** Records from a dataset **
* * *

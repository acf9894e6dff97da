import type { Quantity } from '../calc/quantity.ts';
import type { Recorder } from '../calc/recorder.ts';
import {
  builtUpFlangeClass,
  type ClassWithLimits,
  clearDepth,
  majorFlexureClass,
  rolledFlangeClass,
  webClass,
} from '../standards/aisc360-22/b4-flexure.ts';
import { coefficientKc } from '../standards/aisc360-22/b4-kc.ts';
import {
  type ChannelWarping,
  F2_LTB,
  ltbLimitsF2,
  ltbStrengthF2,
  plasticMomentMajor,
} from '../standards/aisc360-22/f2.ts';
import { flangeLocalBucklingMajor } from '../standards/aisc360-22/f3.ts';
import { stressFLFull } from '../standards/aisc360-22/f4.ts';
import { clause } from '../standards/aisc360-22/writer.ts';
import { compactOrNoncompactWeb, slenderWeb } from './major-flanged.ts';
import type { MajorSection } from './major-section.ts';
import type { ChannelSection, ISection, SteelQuantities } from './section-quantities.ts';

/** F2, F3, F4 or F5 for a doubly symmetric I-shape, by the class of its web. */
export function majorI(
  r: Recorder,
  steel: SteelQuantities,
  s: ISection,
  longest: Quantity | null,
  phib: Quantity,
): MajorSection | null {
  const { E, Fy } = steel;
  r.section('B4/x', 'Width-to-thickness ratios, major-axis flexure', clause('B4.1'));
  const builtUp =
    s.made === 'built-up'
      ? { kc: coefficientKc(r, 'B4/x', s.lambdaw), FL: stressFLFull(r, 'B4/x', Fy) }
      : null;
  const flange = builtUp
    ? builtUpFlangeClass(r, steel, s.lambdaf, builtUp.kc, builtUp.FL)
    : rolledFlangeClass(r, steel, s.lambdaf);
  const web = webClass(r, steel, s.lambdaw);
  if (web.class === 'compact') {
    const kc = builtUp?.kc ?? null;
    return compactWeb(r, steel, s, null, { flange, web, kc }, longest, phib);
  }
  const chapter = web.class === 'noncompact' ? 'F4' : 'F5';
  r.section(chapter, 'Major-axis flexural strength', clause(chapter));
  const hc = clearDepth(r, chapter, s);
  const q = {
    ...{ E, Fy, Zx: s.Zx, Sx: s.Sx, Sxc: s.Sx, Sxt: s.Sx, J: s.J, ho: s.ho },
    ...{ bfc: s.bf, tfc: s.tf, tw: s.tw, hc, h: hc, IycIy: null },
    ...{ lambdaf: s.lambdaf, lambdahc: s.lambdaw, lambdaw: s.lambdaw },
  };
  const classes = { flange, web };
  return web.class === 'noncompact'
    ? compactOrNoncompactWeb(
        r,
        q,
        classes,
        builtUp?.FL ?? stressFLFull(r, 'F4', Fy),
        builtUp?.kc ?? null,
        longest,
        phib,
      )
    : slenderWeb(r, q, classes, builtUp?.kc ?? null, longest, phib);
}

/** F2 for a channel with compact elements; outside scope otherwise. */
export function majorChannel(
  r: Recorder,
  steel: SteelQuantities,
  s: ChannelSection,
  longest: Quantity | null,
  phib: Quantity,
): MajorSection | null {
  r.section('B4/x', 'Width-to-thickness ratios, major-axis flexure', clause('B4.1'));
  const { flange, web } = majorFlexureClass(r, steel, s.lambdaf, s.lambdaw);
  if (flange.class !== 'compact' || web.class !== 'compact') {
    r.notice(
      'F2/outside',
      'outside scope',
      'channel-not-compact',
      'The flanges or the web of the channel are not compact in flexure: Chapter F has no rule for such a channel bent about its major axis. Major-axis flexure is not checked.',
      { title: 'Channel that is not compact', clause: clause('F2') },
    );
    return null;
  }
  const of = { flange, web, kc: null };
  return compactWeb(r, steel, s, { Iy: s.Iy, Cw: s.Cw }, of, longest, phib);
}

/** F2 and F3: compact web. `kc` where the flange's class has written it already. */
function compactWeb(
  r: Recorder,
  steel: SteelQuantities,
  s: ISection | ChannelSection,
  warping: ChannelWarping,
  of: {
    readonly flange: ClassWithLimits;
    readonly web: ClassWithLimits;
    readonly kc: Quantity | null;
  },
  longest: Quantity | null,
  phib: Quantity,
): MajorSection {
  const { E, Fy } = steel;
  const { flange, web, kc } = of;
  const { lambdaf, lambdaw } = s;
  const chapter = flange.class === 'compact' ? 'F2' : 'F3';
  r.section('F2', 'Major-axis flexural strength', clause(chapter));
  const q = { E, Fy, Sx: s.Sx, Zx: s.Zx, ry: s.ry, rts: s.rts, J: s.J, ho: s.ho };
  const Mp = plasticMomentMajor(r, q);
  const limits = ltbLimitsF2(r, q, warping, longest);
  const FLB = flangeLocalBucklingMajor(r, { E, Fy, Sx: s.Sx, Mp, lambdaf, lambdaw, kc }, flange);
  return {
    Mp,
    phib,
    clause: chapter,
    key: 'F2/Mn',
    yielding: Mp,
    others: FLB ? [FLB] : [],
    ltb: {
      words: F2_LTB,
      limits,
      strength: (w, segment) => ltbStrengthF2(w, q, limits, Mp, segment),
    },
    elements: {
      flange: { lambda: lambdaf, lambdap: flange.lambdap },
      web: { lambda: lambdaw, lambdap: web.lambdap },
    },
  };
}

* * *

** What is required **
From the records above, give again exactly the lines running from the line with "readonly flange: ClassWithLimits;" to the line with "r.section('F2', 'Major-axis flexural", inclusive.

** Solution to the exercise **
    readonly flange: ClassWithLimits;
    readonly web: ClassWithLimits;
    readonly kc: Quantity | null;
  },
  longest: Quantity | null,
  phib: Quantity,
): MajorSection {
  const { E, Fy } = steel;
  const { flange, web, kc } = of;
  const { lambdaf, lambdaw } = s;
  const chapter = flange.class === 'compact' ? 'F2' : 'F3';
  r.section('F2', 'Major-axis flexural strength', clause(chapter));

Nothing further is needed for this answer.